Haben die Lage im Blick: die Artilleriebeobachter des Fallschirmjägerregiments 26.
Haben die Lage im Blick: die Artilleriebeobachter des Fallschirmjägerregiments 26.  © Norbert Neumann

Stefan lässt Training nicht kalt

Oberstabsarzt Stefan (31) ist Teil der Großübung.
Oberstabsarzt Stefan (31) ist Teil der Großübung.  © Norbert Neumann

Oberstabsarzt Stefan (31) nimmt einen Verwundeten vor der Luftlanderettungsstation in Empfang. Ihm wurde im Kampf ein Bein abgerissen, so schnell wie möglich muss die Blutung gestoppt werden.

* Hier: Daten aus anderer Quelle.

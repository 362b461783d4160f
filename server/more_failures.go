package main

import (
	"context"
	"errors"
	"net/http"
	"strconv"
	"time"

	"lanternbook/calc"
	"lanternbook/web"
)

// surveyTime is how long a survey may take; a build of a thousand strings has
// tens of thousands of faults. What was found until then is shown.
const surveyTime = 20 * time.Second

// showFailures: GET /builds/{id}/more/failures.
func (s *server) showFailures(w http.ResponseWriter, r *http.Request) error {
	in, err := s.moreInput(r)
	if err != nil {
		return err
	}
	until, cancel := context.WithTimeout(r.Context(), surveyTime)
	defer cancel()
	found, err := calc.Survey(in.Build, func(_, _ int) bool { return until.Err() == nil })
	var unsolved *calc.Unsolved
	if err != nil && !errors.As(err, &unsolved) {
		return err
	}
	if err := r.Context().Err(); err != nil {
		return err
	}
	view := web.NewFailuresView(in, found)
	if in.Own {
		return render(w, r, http.StatusOK, web.FailuresPage(view))
	}
	return render(w, r, http.StatusOK, web.Failures(view))
}

// cureFailure: POST /builds/{id}/more/failures. The patch is what the section
// offers as a cure, for the revision that it was worked out for.
func (s *server) cureFailure(w http.ResponseWriter, r *http.Request) error {
	if err := r.ParseForm(); err != nil {
		return err
	}
	id, err := pathID(r, "id")
	if err != nil {
		return err
	}
	revision, err := strconv.ParseInt(r.PostForm.Get("revision"), 10, 64)
	if err != nil {
		return refuse(http.StatusBadRequest, "That cannot be done", "The form did not say which revision of the build it is for.")
	}
	if _, _, _, err := s.change(r.Context(), id, revision, []byte(r.PostForm.Get("patch"))); err != nil {
		return err
	}
	http.Redirect(w, r, "/builds/"+strconv.FormatInt(id, 10), http.StatusSeeOther)
	return nil
}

Den Oberstabsarzt lässt das Training nicht kalt: "Es nimmt einen mit, Kameraden zum Sterben hinters Zelt zu tragen. Selbst, wenn es nur zur Übung ist."

Auch sonst kommen die Soldaten an ihre Grenzen. "Die Übungstage verlangen uns viel ab, vor allem das Warten ist anstrengend. Gegen Heimweh helfen die Kameraden", sagt Oberstabsgefreiter Kevin. Ohnehin naht der Einsatz bald seinem Ende.

In zwei Tagen soll der Feind bei Weißwasser endlich abgenutzt und zurückgedrängt sein. Dann fahren alle Fallschirmjäger ins Saarland, nach Rheinland-Pfalz oder Bayern in die Heimat, kehrt der Frieden in die Lausitz zurück.